In picture books, and many other genres, there are several types you will see on the shelf. Each of the below categories is completely different medium:
Author written, other illustrated TRADE BOOKS–This is what my friends and I write. These are the large 32-page books you see in B&N. They cost around 15$ new. Someone wrote a manuscript that a publishing house liked well enough to hire an illustrator and devote two to three years developing. If this is the type of writing you wish to do, then these are the books you should study. But to further understand this genre, we’ll distinguish it from some others.
Author-Illustrator Trade Books: Many of my very FAVORITE books are in this category. These are still around 32 pages and 15$, but the big difference is that there will be only ONE NAME on the cover. The pictures tell at least half the story. There’s irony. Sparse text. FABULOUSNESS. But, this can only happen if the author and illustrator are the same person. For the rest of us, once a house BUYS the text, the editor and the illustrator take over, and they DO NOT want our illustration notes. We are DONE. So, don’t use Author-Illustrator books as your measuring stick unless you are an artist. It’s a different medium, entirely.
Image via Wikipedia
Licensed Material: Books about Clifford, Dora, Cars, Wall-E, Harry, etc. These are written on assignment by people who do very well under pressure. “Give me three books on Princess Jasmine by next week.” Additionally, these type of books already come with biographies that the author MUST obey. I hear that writers for Disney books get crates of information on the characters. Belle does this, likes that, doesn’t ever do this, etc. However, I also heard that the Barbie bio is very brief, “Barbie never makes mistakes. Her friends do.” HA!

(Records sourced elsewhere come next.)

"""Small plants written by hand, for tests: every function has a sensible default for every field.

``plant(boards=[board("MSB")], gensets=[genset("G1", "MSB")], loads=[load("L1", "MSB")])`` is whole.
Percentages are fractions, as everywhere in the model. Changes go to the object's own fields; those of a
set's ``machine``, ``excitation``, ``regulator`` and ``governor`` are found by name
(``genset("G1", "MSB", x_d_pu=2.2, no_load_voltage_pu=1.03)``), with the prefixes ``voltage_`` and
``speed_`` where two parts use one word (``voltage_droop_pu``, ``speed_droop_pu``, ``regulator_mode``,
``governor_mode``).
"""

from __future__ import annotations

from collections.abc import Iterable, Mapping
from dataclasses import fields, replace
from typing import Any

from study.model.branches import (
    Board,
    Cable,
    Filter,
    Reactor,
    ThreeWindingTransformer,
    Tie,
    Transformer,
)
from study.model.loads import ConverterData, Load, MotorData
from study.model.modes import Demand, Mode, SetPoint, Transfer
from study.model.plant import Plant, Project
from study.model.protection import Device
from study.model.sources import (
    ConverterSupply,
    ExcitationSystem,
    Genset,
    GovernorSettings,
    MachineData,
    RegulatorSettings,
    ShoreSupply,
    SynchronousMotor,
)

PROJECT = Project(
    vessel="Test plant",
    hull_number="0",
    document_number="T-000",
    revision="0",
    date="2024-01-01",
    prepared_by="test",
    checked_by="test",
    approved_by="test",
    f_rated_hz=60.0,
    rules="none",
    ambient_degc=45.0,
    engine_room_degc=45.0,
)

MACHINE = MachineData(
    x_d_pu=2.0,
    x_d1_pu=0.25,
    x_d2_pu=0.15,
    x_d1_saturated_pu=0.22,
    x_d2_saturated_pu=0.13,
    x_q_pu=1.1,
    x_q1_pu=1.1,
    x_q2_pu=0.17,
    x_l_pu=0.08,
    x_2_pu=0.16,
    x_0_pu=0.05,
    r_stator_pu=0.01,
    t_d01_s=2.5,
    t_d1_s=0.3,
    t_d2_s=0.03,
    t_q2_s=0.03,
    t_armature_s=0.04,
    saturation_10=0.08,
    saturation_12=0.25,
    reactance_tolerance=0.15,
    inertia_s=1.2,
)

EXCITATION = ExcitationSystem(
    field_supply="permanent magnet",
    unregulated_voltage_pu=1.1,
    compound_current_share=0.5,
    ceiling=2.0,
    exciter_time_constant_s=0.2,
    gain=200.0,
    integral_per_s=100.0,
    derivative_s=0.05,
    v_per_hz_knee_hz=57.0,
    sustained_current=3.0,
    sustained_duration_s=5.0,
)

REGULATOR = RegulatorSettings(
    no_load_voltage_pu=1.0,
    droop_pu=0.03,
    droop_base="rated load at rated pf",
    droop_law="phasor",
    mode="droop",
    reversed_polarity=False,
    cross_current_group=None,
)

GOVERNOR = GovernorSettings(
    no_load_frequency_pu=1.04,
    droop_pu=0.04,
    mode="droop",
    time_constant_s=0.2,
    dead_time_s=0.05,
)

MOTOR = MotorData(
    speed_rpm=1770.0,
    poles=4,
    starting_method="direct",
    starting_current=6.5,
    starting_cos_phi=0.3,
    locked_rotor_torque=2.0,
    breakdown_torque=2.6,
    torque_law="fan",
    inertia_kgm2=None,
    starting_time_s=None,
    star_delta_change_s=None,
    autotransformer_tap=0.65,
    soft_starter_current=3.0,
    soft_starter_ramp_s=10.0,
    contactor_drop_out=0.65,
    restart_delay_s=None,
    regenerates=False,
)

CONVERTER = ConverterData(
    kind="6-pulse",
    input_choke_pu=0.03,
    dc_choke_pu=0.0,
    phase_shift_deg=0.0,
    displacement_cos_phi=0.95,
    spectrum=None,
)

# The workbook's words for the same field of two parts of a set.
_RENAMED = {
    "voltage_droop_pu": ("regulator", "droop_pu"),
    "regulator_mode": ("regulator", "mode"),
    "speed_droop_pu": ("governor", "droop_pu"),
    "governor_mode": ("governor", "mode"),
    "governor_time_constant_s": ("governor", "time_constant_s"),
    "governor_dead_time_s": ("governor", "dead_time_s"),
}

In-House Material: LOTS of books you run into on the shelves fall in this category. MOST of the books you see in Wally-World fall into this category. Not so much at Target, but totally at Tuesday Morning. These can have an author and illustrator listed, but are chunky or cut a funny shape and are only about numbers, or letters, or tying your shoes, or going to the potty. Something simple. You won’t find them on Amazon and you usually can’t check them out at the library. Most often when people say, I could write THAT, they are talking about this kind of book. But, if you’re a budding author, this ain’t who you’re up against.
Classics: Dr. Seuss, the poor dear, is the perennial victim in this category. I did it, and so have thousands before me. BUT, there is a difference between being ‘ground breaking’ decades ago and what we do today. (That and he was an author-illustrator, which means the pictures and text came together. And what’s Dr. Seuss without those pictures?) Point is, you can’t just rhyme cat, hat, and sat anymore and bowl over the editors. Read books from the last five years or so. Most everyone you remember from childhood or your adult child’s childhood was a ground-breaker. And that ground has already been BROKEN, honey.
I will say this, however, you can be INSPIRED by classics. We all love the classics. They take us back to that warm, happy place from whence we write. My whole picture book feel comes from my love affair with Goodnight Moon. It’s my emotional base. But, it’s NOT because I think, I can rhyme mittens and kittens, duh.
So, in summary, read within the medium you want to write. Compare yourself to what you’ll be competing against. And please, make sure you stay within the last five years. That will put you light years ahead of where the rest of us started.